The Software is tested on Linux using the latest Nvidia driver (418.56 CUDA Version: 10.1) but should be compatible with older drivers as well as different hardware (AMD). The following Installation Guide is targeted at Ubuntu but should work on any distribution provided the required packages are present (could be differently named).

  • It is highly recommended to use an Anaconda environment

Quick Installing Guide:

First make sure that you have a working OpenCL installation

  • OpenCL is usually shipped with GPU driver (Nvidia/AMD)

  • Install the ocl_icd and the OpenCL-Headers

    apt-get install ocl_icd* opencl-headers

Possible restart of system after installing new drivers and check if OpenCL is working

Install clFFT library:

  • Either use the package repository,e.g.:

    apt-get install libclfft*

  • Or download a prebuild binary of clfft

    • Please refer to the clfft docs regarding building

    • If build from source symlink clfft libraries from lib64 to the lib folder and run ldconfig

Install gpyfft by following the instruction on the GitHub page.

To Install PyQMRI, a simple

pip install pyqmri

should be sufficient to install the latest release.

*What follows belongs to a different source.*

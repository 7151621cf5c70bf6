using System.Buffers;

namespace Atlas.Hindcast;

Alternatively, clone the git repository and navigate to the root directory of PyQMRI. Typing

pip install .

should take care of the other dependencies using PyPI and install the package.

In case OCL > 1.2 is present, e.g. by some CPU driver, and NVidia GPUs needs to be used the flag PRETENED_OCL 1.2 has to be passed to PyOpenCL during the build process. This can be done by:

./configure.py --cl-pretend-version=1.2
rm -Rf build
python setup.py install

Sample Data

In-vivo datasets used in the original publication (doi: [10.1002/mrm.27502]) can be found at zenodo.

Prerequests on the .h5 file:

The toolbox expects a .h5 file with a certain structure.

  • kspace data (assumed to be 5D for VFA) and passed as:

    • real_dat (Scans, Coils, Slices, Projections, Samples)

    • imag_dat (Scans, Coils, Slices, Projections, Samples)

    If radial sampling is used the trajectory is expected to be:

    • real_traj (Scans, Projections, Samples)

    • imag_traj (Scans, Projections, Samples)

    Density compensation is performed internally assuming a simple ramp.
    For Cartesian data Projections and Samples are replaced by ky and kx encodings points and no trajectory is needed.
    Data is assumed to be 2D stack-of-stars, i.e. already Fourier transformed along the fully sampled z-direction.
  • flip angle correction (optional) can be passed as:

    • fa_corr (Scans, Coils, Slices, dimY, dimX)

  • The image dimension for the full dataset is passed as attribute consiting of:

    • image_dimensions = (dimX, dimY, NSlice)

  • Parameters specific to the used model (e.g. TR or flip angle) need to be set as attributes e.g.:

    • TR = 5.38

    • flip_angle(s) = (1,3,5,7,9,11,13,15,17,19)

The specific structure is determined according to the Model file.

If predetermined coil sensitivity maps are available they can be passed as complex dataset, which can saved bedirectly using Python. Matlab users would need to write/use low level hdf5 functions to save a complex array to .h5 file. Coil sensitivities are assumed to have the same number of slices as the original volume and are intesity normalized. The corresponding .h5 entry is named “Coils”. If no “Coils” parameter is found or the number of “Coil” slices is less than the number of reconstructed slices, the coil sensitivities are determined using the NLINV algorithm and saved into the file.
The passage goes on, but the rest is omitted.